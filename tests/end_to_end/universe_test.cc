// An invented universe with its truth, end to end: what is published is near the truth, proved free
// of arbitrage, and the same bytes for any number of threads and any order of rows.
// DUSKGRID_UNIVERSE names a folder made by make_night --underlyings to be taken instead of a small
// one.
#include <gtest/gtest.h>

#include <algorithm>
#include <cmath>
#include <cstdlib>
#include <iostream>
#include <nlohmann/json.hpp>
#include <random>
#include <set>

#include "end_to_end/program.h"

namespace duskgrid::end_to_end {
namespace {

// Errors are compared with what the market leaves open: half the distance between bid and ask, in
// volatility. A mid lies up to 0.4 half-spreads from the truth in these quotes (make_night), a
// quarter of it half the time, and a fit averages over neighbours.
constexpr double kMedianError = 0.25;

class Universe : public testing::Test {
 protected:
  static void SetUpTestSuite() {
    scratch_ = new Scratch;
    const char* given = std::getenv("DUSKGRID_UNIVERSE");
    night_ = given != nullptr ? fs::path(given) : *scratch_ / "night";
    if (given == nullptr)
      run(DUSKGRID_MAKE_NIGHT,
          {"--underlyings", "60", "--quotes", "8000", "--seed", "11", "--out", night_.string()});
    ran_ = new Ran(build(night_, "out", "2"));
  }
  static void TearDownTestSuite() {
    delete scratch_;
    delete ran_;
  }

  static Ran build(const fs::path& night, const std::string& out, const std::string& threads) {
    return duskgrid({"build", (night / "night.toml").string(), "--out", (*scratch_ / out).string(),
                     "--threads", threads, "--quiet"});
  }
  static fs::path folder(const std::string& out = "out") { return *scratch_ / out / "2031-03-14"; }
  static nlohmann::json account() { return nlohmann::json::parse(slurp(folder() / "run.json")); }

  // Every file of both runs but those named; a folder is named with its slash.
  static void expect_same(const std::string& other, const std::set<std::string>& but) {
    std::size_t files = 0;
    for (const auto& entry : fs::recursive_directory_iterator(folder())) {
      const auto name = fs::relative(entry.path(), folder());
      if (!entry.is_regular_file() || but.count(name.string()) > 0) continue;
      if (but.count(name.parent_path().string() + "/") > 0) continue;
      EXPECT_TRUE(slurp(entry.path()) == slurp(folder(other) / name)) << name << " differs";
      ++files;
    }
    EXPECT_GT(files, account().at("underlyings").size() / 2);
  }

  static Scratch* scratch_;
  static fs::path night_;
  static Ran* ran_;
};
Scratch* Universe::scratch_ = nullptr;
fs::path Universe::night_;
Ran* Universe::ran_ = nullptr;

double median(std::vector<double> values) {
  const auto middle = values.begin() + static_cast<std::ptrdiff_t>(values.size() / 2);
  std::nth_element(values.begin(), middle, values.end());
  return *middle;
}

struct Truth {
  std::string kind;
  double vol;
};

std::map<std::string, Truth> read_truth(const fs::path& path) {
  std::map<std::string, Truth> truth;
  std::ifstream file(path);
  std::string line;
  std::getline(file, line);
  while (std::getline(file, line)) {
    const auto cells = split(line, ',');
    truth[cells[0] + ' ' + cells[2] + ' ' + std::to_string(std::stod(cells[3]))] = {
        cells[1], std::stod(cells[4])};
  }
  return truth;
}

// Errors of used quotes in half-spreads of vol, by kind of name.
std::map<std::string, std::vector<double>> errors_by_kind(const fs::path& truth_path,
                                                          const fs::path& ledger) {
  const auto truth = read_truth(truth_path);
  std::map<std::string, std::vector<double>> errors;
  std::ifstream file(ledger);
  std::string line;
  std::getline(file, line);
  const auto headers = split(line, ',');
  const auto at = [&](const char* name) {
    return std::find(headers.begin(), headers.end(), name) - headers.begin();
  };
  const auto name = at("underlying"), expiry = at("expiry"), strike = at("strike"),
             state = at("state"), bid = at("vol_bid"), ask = at("vol_ask"), fit = at("vol_fit");
  while (std::getline(file, line)) {
    const auto cells = split(line, ',');
    if (cells[state] != "used") continue;
    const auto known = truth.find(cells[name] + ' ' + cells[expiry].substr(0, 10) + ' ' +
                                  std::to_string(std::stod(cells[strike])));
    if (known == truth.end()) {
      ADD_FAILURE() << "no truth for " << line;
      return errors;
    }
    const double half = 0.5 * (std::stod(cells[ask]) - std::stod(cells[bid]));
    errors[known->second.kind].push_back(std::abs(std::stod(cells[fit]) - known->second.vol) /
                                         half);
  }
  return errors;
}

TEST_F(Universe, MedianErrorOfEveryKindOfNameIsWithinAQuarterOfTheHalfSpread) {
  const auto errors = errors_by_kind(night_ / "truth.csv", folder() / "ledger.csv");
  const std::set<std::string> kinds{"index", "large",          "medium", "small",
                                    "payer", "hard-to-borrow", "event"};
  for (const auto& kind : kinds) {
    ASSERT_TRUE(errors.count(kind)) << kind;
    const double error = median(errors.at(kind));
    std::cout << kind << ": " << errors.at(kind).size() << " used quotes, median error " << error
              << " half-spreads\n";
    EXPECT_LT(error, kMedianError) << kind;
  }
  EXPECT_FALSE(errors.count("dead"));
}

TEST_F(Universe, EverySurfaceIsCertifiedAndOnlyDeadNamesHaveNone) {
  std::set<std::string> dead;
  for (const auto& row : read_table(night_ / "truth.csv"))
    if (row.at("kind") == "dead") dead.insert(row.at("underlying"));
  const auto run = account();
  for (const auto& [name, record] : run.at("underlyings").items()) {
    EXPECT_EQ(record.at("status") == "refused", dead.count(name) > 0) << name;
    EXPECT_EQ(record.at("certified").get<bool>(), dead.count(name) == 0) << name;
  }
  EXPECT_FALSE(dead.empty());
}

TEST_F(Universe, AnyNumberOfThreadsGivesTheSameBytes) {
  for (const char* threads : {"1", "8"}) {
    build(night_, threads, threads);
    expect_same(threads, {"timings.json"});
  }
}

// The ledger is by line, and run.json has the sums of both.
TEST_F(Universe, ShuffledRowsGiveTheSameBytesWhereNoLineIsNamed) {
  const fs::path shuffled = *scratch_ / "shuffled-night";
  std::ifstream file(night_ / "quotes.csv");
  std::string line, text;
  std::getline(file, line);
  text = line + '\n';
  std::vector<std::string> rows;
  while (std::getline(file, line)) rows.push_back(line);
  std::shuffle(rows.begin(), rows.end(), std::mt19937_64(5));
  for (const auto& row : rows) text += row + '\n';
  spill(shuffled / "quotes.csv", text);
  spill(shuffled / "night.toml", slurp(night_ / "night.toml"));
  build(shuffled, "shuffled", "2");
  // The ledger, and the pages that tell of it, name lines of the file.
  expect_same("shuffled", {"timings.json", "run.json", "ledger.csv", "report/"});
}

}  // namespace
}  // namespace duskgrid::end_to_end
────────────────────────────────────────
## PROMPT
Look above for the line containing "#include <set>" and the line containing "if (but.count(name.parent_path().string() +". Transcribe both, with the lines between them, exactly.

## EXERCISE SOLUTION
#include <set>

#include "end_to_end/program.h"

namespace duskgrid::end_to_end {
namespace {

// Errors are compared with what the market leaves open: half the distance between bid and ask, in
// volatility. A mid lies up to 0.4 half-spreads from the truth in these quotes (make_night), a
// quarter of it half the time, and a fit averages over neighbours.
constexpr double kMedianError = 0.25;

class Universe : public testing::Test {
 protected:
  static void SetUpTestSuite() {
    scratch_ = new Scratch;
    const char* given = std::getenv("DUSKGRID_UNIVERSE");
    night_ = given != nullptr ? fs::path(given) : *scratch_ / "night";
    if (given == nullptr)
      run(DUSKGRID_MAKE_NIGHT,
          {"--underlyings", "60", "--quotes", "8000", "--seed", "11", "--out", night_.string()});
    ran_ = new Ran(build(night_, "out", "2"));
  }
  static void TearDownTestSuite() {
    delete scratch_;
    delete ran_;
  }

  static Ran build(const fs::path& night, const std::string& out, const std::string& threads) {
    return duskgrid({"build", (night / "night.toml").string(), "--out", (*scratch_ / out).string(),
                     "--threads", threads, "--quiet"});
  }
  static fs::path folder(const std::string& out = "out") { return *scratch_ / out / "2031-03-14"; }
  static nlohmann::json account() { return nlohmann::json::parse(slurp(folder() / "run.json")); }

  // Every file of both runs but those named; a folder is named with its slash.
  static void expect_same(const std::string& other, const std::set<std::string>& but) {
    std::size_t files = 0;
    for (const auto& entry : fs::recursive_directory_iterator(folder())) {
      const auto name = fs::relative(entry.path(), folder());
      if (!entry.is_regular_file() || but.count(name.string()) > 0) continue;
      if (but.count(name.parent_path().string() + "/") > 0) continue;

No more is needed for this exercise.